Поездка в город напугала и Аннамурада. Он, как и его жена, не имел ни малейшего понятия о городе, тем более о городских врачах. Понаслышке отец Батыра знал, что врачи в городе лечат «ножом». Повинуясь страху перед этим, он тоже запротестовал и принял сторону жены.
Батыр не стал спорить с родителями, он знал, что это ни к чему бы не привело. Осенью ему всё равно предстояло ехать в Ашхабад учиться на рабфаке, и он решил потерпеть. Осталось не так уж много ждать. В городе же он поступит, как подскажет ему сердце!
Лето клонилось к концу. На бахчах поспели арбузы и дыни. В каждом дворе появились горы душистых, сладких дынь. На них почему-то особые надежды возлагали родители Батыра.
Но ни дыни, ни арбузы, ни кислое молоко, ни сметана, которыми пичкала его мать, не помогли Батыру. Болезнь всё чаще укладывала его в постель. Он катался от боли во время приступов, осунулся, стал замкнутым и раздражительным.
Дурсун сбилась с ног в поисках тебиба. Она останавливала каждого прохожего, расспрашивала, не знает ли кто что-либо о такой болезни и не могут ли помочь её горю. Все советы были так разноречивы, так не походили один на другой, что в конце концов бедная женщина совсем потеряла голову. Она уже не знала, кому верить, и всё-таки с неудержимым материнским упрямством, хотя и в отчаянии, продолжала свои поиски.
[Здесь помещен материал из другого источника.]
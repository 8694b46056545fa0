// The dashboards through the API on a fitted snapshot (the tiny dataset: Kestrova ×
// Veltria, Kestrova × Solvera, Plumrise × Veltria; search and social; two quick fits, the
// first published): shapes, market scope in every route and export, numbers against the
// stored draws, flags across runs, what changed since the previous run, and formula
// neutralising in exports.
import Papa from "papaparse";
import { and, asc, eq } from "drizzle-orm";
import { afterAll, beforeAll, describe, expect, it } from "vitest";
import {
  brandComparisonSchema,
  channelSheetSchema,
  dashboardStatusSchema,
  flagSchema,
  marketDeskSchema,
  modelCaution,
  poolingReviewSchema,
  portfolioMapSchema,
} from "@tributary/contracts";
import { quantileSorted } from "@tributary/stats";
import { auditLog, brands, cells, flags, markets, plans, runDraws, runResults, users } from "../db/schema";
import { demoMarkets } from "../demo/demo-design";
import { demoUsers } from "../demo/users";
import { FITTED_PUBLISH_REASON, fittedDatabase } from "../testing/fitted-snapshot";
import { demoTestApp, signedInAgent, type TestApp } from "../testing/test-app";

type Agent = Awaited<ReturnType<typeof signedInAgent>>;

let t: TestApp;
let publishedRunId: string;
let secondRunId: string;
let analyst: Agent;
let lead: Agent;
let veltria: Agent;
let south: Agent;
const marketId = new Map<string, string>();
const cellOf = new Map<string, string>();

beforeAll(async () => {
  const fitted = await fittedDatabase();
  publishedRunId = fitted.publishedRunId;
  secondRunId = fitted.secondRunId;
  t = await demoTestApp({}, fitted.db);
  [analyst, lead, veltria, south] = await Promise.all([
    signedInAgent(t.app, demoUsers.analyst),
    signedInAgent(t.app, demoUsers.portfolioLead),
    signedInAgent(t.app, demoUsers.veltriaManager),
    signedInAgent(t.app, demoUsers.southManager),
  ]);
  for (const row of await t.db.select().from(markets)) marketId.set(row.name, row.id);
  const rows = await t.db
    .select({ id: cells.id, brand: brands.name, market: markets.name })
    .from(cells)
    .innerJoin(brands, eq(brands.id, cells.brandId))
    .innerJoin(markets, eq(markets.id, cells.marketId));
  for (const row of rows) cellOf.set(`${row.brand} × ${row.market}`, row.id);
}, 600_000);
afterAll(async () => {
  await t.close();
  await t.db.$client.close();
});

const cell = (name: string) => cellOf.get(name)!;

/** The pooled draws of a run, read straight from run_draws (all chains, one after another). */
async function storedColumn(runId: string, name: string): Promise<Float64Array> {
  const rows = await t.db.select().from(runDraws).where(and(eq(runDraws.runId, runId), eq(runDraws.kind, "pooled"))).orderBy(asc(runDraws.chain));
  const values: number[] = [];
  for (const row of rows) {
    const bytes = Uint8Array.from(row.draws);
    const view = new DataView(bytes.buffer);
    const j = row.parameterNames.indexOf(name);
    expect(j).toBeGreaterThanOrEqual(0);
    for (let d = 0; d < row.drawCount; d++) values.push(view.getFloat64((d * row.parameterNames.length + j) * 8, true));
  }
  return Float64Array.from(values);
}

/** The fit's index of a workspace cell. */
async function fitIndex(runId: string, cellId: string): Promise<number> {
  const [row] = await t.db.select().from(runResults).where(and(eq(runResults.runId, runId), eq(runResults.kind, "fit")));
  return (row!.summaries as { cellIds: string[] }).cellIds.indexOf(cellId);
}

const median = (values: Float64Array) => quantileSorted(Float64Array.from(values).sort(), 0.5);
const q = (values: Float64Array, p: number) => quantileSorted(Float64Array.from(values).sort(), p);

describe("shapes and the run they come from", () => {
  it("every dashboard names the current run, its trust mark and publish reason, and carries the caution", async () => {
    const map = portfolioMapSchema.parse((await analyst.get("/api/dashboards/portfolio-map").expect(200)).body);
    expect(map.run.id).toBe(publishedRunId);
    expect(map.run.finishedAt).not.toBeNull();
    expect(map.run.trust.trustworthy).toBe(false);
    expect(map.run.trust.reasons.length).toBeGreaterThan(0);
    expect(map.run.publication?.reason).toBe(FITTED_PUBLISH_REASON);
    expect(map.caution).toBe(modelCaution);
    expect(map.currency).toBe("EUR");
    for (const path of ["brand-comparison", "market-desk", "pooling-review"]) {
      const body = (await analyst.get(`/api/dashboards/${path}`).expect(200)).body;
      expect(body.run.id).toBe(publishedRunId);
      expect(body.run.publication.reason).toBe(FITTED_PUBLISH_REASON);
      expect(body.caution).toBe(modelCaution);
      expect(Array.isArray(body.flags)).toBe(true);
    }
    brandComparisonSchema.parse((await analyst.get("/api/dashboards/brand-comparison").expect(200)).body);
    marketDeskSchema.parse((await analyst.get("/api/dashboards/market-desk").expect(200)).body);
    poolingReviewSchema.parse((await analyst.get("/api/dashboards/pooling-review").expect(200)).body);
    const sheet = channelSheetSchema.parse((await analyst.get(`/api/dashboards/channel-sheet/${cell("Kestrova × Veltria")}/search`).expect(200)).body);
    expect(sheet.run.id).toBe(publishedRunId);
    const status = dashboardStatusSchema.parse((await veltria.get("/api/dashboards/status").expect(200)).body);
    expect(status).toMatchObject({ current: { runId: publishedRunId, trustworthy: false }, firstFit: null });
  });

  it("a market manager sees the trust mark without the reasons that name other cells, and the publish reason", async () => {
    const map = portfolioMapSchema.parse((await veltria.get("/api/dashboards/portfolio-map").expect(200)).body);
    expect(map.run.trust.trustworthy).toBe(false);
    expect(map.run.trust.reasons).toHaveLength(1);
    expect(map.run.trust.reasons[0]).toMatch(/did not pass every convergence check/);
    expect(map.run.publication?.reason).toBe(FITTED_PUBLISH_REASON);
  });

  it("the portfolio map has one entry per cell with data; a grid position without data has none", async () => {
    const map = portfolioMapSchema.parse((await lead.get("/api/dashboards/portfolio-map?channel=search").expect(200)).body);
    expect(map.cells.map((c) => `${c.brand} × ${c.market}`)).toEqual(["Kestrova × Solvera", "Kestrova × Veltria", "Plumrise × Veltria"]);
    expect(map.cells.find((c) => c.brand === "Plumrise" && c.market === "Solvera")).toBeUndefined();
    expect(map.channel).toBe("search");
    expect(map.headline.kind).toBe("low_spend");
    expect(map.profitBasis).toMatchObject({ kind: "average_recent", weeks: 13 });
    for (const c of map.cells) {
      expect(c.weeks).toBe(40);
      expect(c.cac!.q05).toBeLessThan(c.cac!.q50);
      expect(c.cac!.q50).toBeLessThan(c.cac!.q95);
      expect(c.probabilityProfitable).toBeGreaterThanOrEqual(0);
      expect(c.pooling.shrinkageMark).not.toBeUndefined();
    }
    const all = portfolioMapSchema.parse((await lead.get("/api/dashboards/portfolio-map?channel=all").expect(200)).body);
    expect(all.channel).toBeNull();
    expect(all.headline.label).toMatch(/total spend ÷ total media contribution over the last 13/);
    expect(all.cells.every((c) => c.cacLowSpend === null && c.cacAverage !== null)).toBe(true);
  });

  it("refuses an unknown channel with the channels it has", async () => {
    const response = await analyst.get("/api/dashboards/portfolio-map?channel=radio").expect(400);
    expect(response.body.error.message).toMatch(/Unknown channel "radio".*search, social/);
    await analyst.get("/api/dashboards/market-desk/export.csv?table=nonsense").expect(400);
  });
});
Кто-то посоветовал ей привести к больному старого шамана. Говорили, что своей пляской и громыханием бубна он изгонит болезнь. Дурсун была согласна и на это. И не протест Батыра — его она могла и не послушать, — а запрет сельского совета старому Караходжаму шаманить помешал ей привести в кибитку шамана.
Наконец мать Батыра прослышала, что такие болезни, как у её сына, когда-то излечивал массажем знахарь из соседнего селения — Довлетмурад. Она ухватилась за это, точно утопающий за соломинку. Но как уговорить старого тебиба прийти к сыну? Поговаривали, что он, боясь сельских властей, давно забросил своё знахарство. Да и согласится ли на массаж Батыр?
Но чего не сделает любящая мать! Через родных и близких, после множества посулов и длинных уговоров, бедной женщине удалось добиться своего. Сумела она уговорить и Батыра.
Мальчик вначале не хотел и слышать о новом знахаре. Он грозился убежать в степь и там умереть, если мать приведёт в кибитку старого тебиба. Однако ласка, слёзы и доводы матери, а главное, боль в боку заставили Батыра уступить. Когда мать сказала, что знахарство тебиба Довлетмурада ничем не связано с религией, он сдался окончательно.